Work item >>
From the line containing "assert weights[3] == weights[n" onward, retype each line of the entries below exactly, last line included.

BEGIN Input records

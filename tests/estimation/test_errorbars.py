"""Error bars: entries no setting measured, the jackknife of nonlinear estimators, calibration noise."""

import warnings

import numpy as np
import pytest

from manybody.estimation.driver import estimate
from manybody.measure.ensembles import LocalEnsemble, ShallowEnsemble
from manybody.measure.paulis import BASIS_PAULI
from manybody.measure.propagation import snapshot_values
from manybody.references import exact
from tests.helpers import chain, make_shadow, tfim_model


def _tfim_state(n):
    model = tfim_model(n)
    return model, exact.ground_state(model.hamiltonian)[1]


def test_unmeasured_correlations_are_nan_with_warning():
    # 50 local settings of 8 qubits: a given axis pair on a given qubit pair is missed with
    # probability (8/9)^50 = 0.3% per entry, so among 8 x 7 x 9 ordered entries a few are missed.
    # The missing set is counted here directly from the settings' bases (a fact of the trade:
    # the local estimator of sigma^x_a sigma^y_b is nonzero only when both bases match).
    n = 8
    model, psi = _tfim_state(n)
    off = ~np.eye(n, dtype=bool)
    for seed in range(100):  # the first seed whose 50 settings miss an entry
        shadow = make_shadow(psi, LocalEnsemble(n), 50, shots=20, seed=seed)
        measured = np.zeros((3, 3, n, n), dtype=bool)
        for row in shadow.settings.basis:
            measured[row[:, None], row[None, :], np.arange(n)[:, None], np.arange(n)[None, :]] = True
        missing = ~measured & off
        if missing.any():
            break
    assert missing.any()
    with pytest.warns(RuntimeWarning, match="measured by no setting"):
        result = estimate(shadow, model, quantities=("correlations",), mutual_information=False)
    corr, err = result.correlation.values, result.correlation_err.values
    assert np.array_equal(np.isnan(corr) & off, missing)
    assert np.array_equal(np.isnan(err) & off, missing)
    assert np.all(np.isnan(result.connected_correlation.values[missing]))
    assert result.correlation.attrs["unmeasured_entries"] == int(missing.sum())
    # every measured entry keeps a finite estimate and error
    assert np.all(np.isfinite(corr[measured & off])) and np.all(np.isfinite(err[measured & off]))


def test_fully_measured_correlations_carry_no_warning():
    n = 4
    model, psi = _tfim_state(n)
    shadow = make_shadow(psi, LocalEnsemble(n), 2000, seed=1)
    with warnings.catch_warnings():
        warnings.simplefilter("error", RuntimeWarning)
        result = estimate(shadow, model, quantities=("correlations",), mutual_information=False)
    assert result.correlation.attrs["unmeasured_entries"] == 0
    assert np.isfinite(result.magnetization.values).all()


def test_unmeasured_entries_of_a_shallow_shadow_follow_the_snapshot_values():
    # Circuit ensembles: an entry is measured when some snapshot's value is nonzero; counted here
    # by propagating every two-site Pauli through every setting (manybody.measure.propagation).
    n = 5
    model, psi = _tfim_state(n)
    ens = ShallowEnsemble(n, 1, chain(n))
    shadow = make_shadow(psi, ens, 12, seed=5)
    positions, bits = shadow.snapshots()
    missing = np.zeros((3, 3, n, n), dtype=bool)
    for a in range(n):
        for b in range(n):
            if a == b:
                continue
            for x in range(3):
                for y in range(3):
                    c = np.zeros(n, np.uint8)
                    c[a], c[b] = BASIS_PAULI[x], BASIS_PAULI[y]
                    missing[x, y, a, b] = not np.any(snapshot_values(c, ens, shadow.settings, positions, bits))
    assert missing.any()
    with warnings.catch_warnings():
        warnings.simplefilter("ignore", RuntimeWarning)
        result = estimate(shadow, model, quantities=("correlations",), mutual_information=False)
    off = ~np.eye(n, dtype=bool)
    assert np.array_equal(np.isnan(result.correlation.values) & off, missing)


def test_mutual_information_is_the_renyi2_combination_of_the_purities():
    # I2(a:b) = S2(a) + S2(b) - S2(ab) with S2 = -ln tr rho^2 (definition; Elben et al., PRL 120,
    # 050406 (2018) use the same Renyi-2 entropies), from the same snapshots as the purity map.
    n = 4
    model, psi = _tfim_state(n)
    shadow = make_shadow(psi, LocalEnsemble(n), 3000, seed=2)
    from manybody.estimation.driver import parse_subsystems

    result = estimate(shadow, model, parse_subsystems("1;2;1,2", n), quantities=("purity", "mutual_information"))
    s2 = -np.log(result.purity.values)
    assert np.isclose(result.mutual_information.values[1, 2], s2[0] + s2[1] - s2[2], rtol=1e-9)


def test_mutual_information_error_matches_the_spread_of_repetitions():
    # The jackknife of I2 itself includes the covariances of the three purities. Over R = 30
    # independent repetitions the sample standard deviation has relative precision
    # 1/sqrt(2 (R - 1)) = 0.13, so the mean reported error must match it within 3 of that (0.6-1.4).
    n = 4
    model, psi = _tfim_state(n)
    est, err = [], []
    for r in range(30):
        result = estimate(make_shadow(psi, LocalEnsemble(n), 600, seed=500 + r), model,
                          quantities=("mutual_information",))
        est.append(result.mutual_information.values[0, 1])
        err.append(result.mutual_information_err.values[0, 1])
    ratio = np.mean(err) / np.std(est, ddof=1)
    assert 0.6 < ratio < 1.4, ratio
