def test_residual_patterns_visit_every_weight_beyond_the_exhaustive_size():
    # our own sampling rule: every weight 0..n is checked, few-body and nearly full supports all of them
    n = 40
    patterns, exhaustive = sn.residual_patterns(n, np.random.default_rng(0))
    weights = np.bincount(patterns.sum(axis=1), minlength=n + 1)
    assert not exhaustive and np.all(weights > 0)
    assert weights[1] == n and weights[2] == n * (n - 1) // 2 and weights[n - 1] == n
    assert weights[3] == weights[n // 2] == sn.SAMPLED_PATTERNS // (n - 5)


def test_fitted_route_takes_the_cheapest_bond_whose_bias_is_negligible():
    # our own rule (docs/design.md section 4.5, no outside source): the pilot's spread over sqrt(N) is the
    # expected error; the bond is the first of BONDS whose bias bound is at most BIAS_SHARE of it
    n = 20
    state = qtn.MPS_rand_state(n, 4, seed=4)
    ens, settings, idx, bits = mps_snapshots(state, n, 3, 48, 1, 6)
    pilot = sn.shallow_fidelity_mps(sn.shallow_inverse(ens, bond=sn.PILOT_BOND), state, ens, settings, idx, bits,
                                    precision="single")
    chosen = []
    for n_snapshots in (10, 10**4, 10**8):
        route = sn.fitted_route(ens, state, settings, idx, bits, n_snapshots)
        expected = np.std(pilot, ddof=1) / np.sqrt(n_snapshots)
        assert route.expected_error == pytest.approx(expected, rel=1e-9) and route.pilot_snapshots == 48
        bonds = list(sn.BONDS)
        k = bonds.index(route.inverse.bond)
        fits = route.inverse.bias_bound <= sn.BIAS_SHARE * expected
        assert fits or k == len(bonds) - 1
        assert all(sn.shallow_inverse(ens, bond=b).bias_bound > sn.BIAS_SHARE * expected for b in bonds[:k])
        chosen.append(route.inverse.bond)
    assert chosen[0] < chosen[-1]  # more snapshots, a finer fit
    assert sn.fitted_route(ens, state, settings, idx, bits, 10**4) is sn.fitted_route(ens, state, settings, idx,
                                                                                      bits, 10**4)  # cached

END Input records

Completed task >>
    assert weights[3] == weights[n // 2] == sn.SAMPLED_PATTERNS // (n - 5)


def test_fitted_route_takes_the_cheapest_bond_whose_bias_is_negligible():
    # our own rule (docs/design.md section 4.5, no outside source): the pilot's spread over sqrt(N) is the
    # expected error; the bond is the first of BONDS whose bias bound is at most BIAS_SHARE of it
    n = 20
    state = qtn.MPS_rand_state(n, 4, seed=4)
    ens, settings, idx, bits = mps_snapshots(state, n, 3, 48, 1, 6)
    pilot = sn.shallow_fidelity_mps(sn.shallow_inverse(ens, bond=sn.PILOT_BOND), state, ens, settings, idx, bits,
                                    precision="single")
    chosen = []
    for n_snapshots in (10, 10**4, 10**8):
        route = sn.fitted_route(ens, state, settings, idx, bits, n_snapshots)
        expected = np.std(pilot, ddof=1) / np.sqrt(n_snapshots)
        assert route.expected_error == pytest.approx(expected, rel=1e-9) and route.pilot_snapshots == 48
        bonds = list(sn.BONDS)
        k = bonds.index(route.inverse.bond)
        fits = route.inverse.bias_bound <= sn.BIAS_SHARE * expected
        assert fits or k == len(bonds) - 1
        assert all(sn.shallow_inverse(ens, bond=b).bias_bound > sn.BIAS_SHARE * expected for b in bonds[:k])
        chosen.append(route.inverse.bond)
    assert chosen[0] < chosen[-1]  # more snapshots, a finer fit
    assert sn.fitted_route(ens, state, settings, idx, bits, 10**4) is sn.fitted_route(ens, state, settings, idx,
                                                                                      bits, 10**4)  # cached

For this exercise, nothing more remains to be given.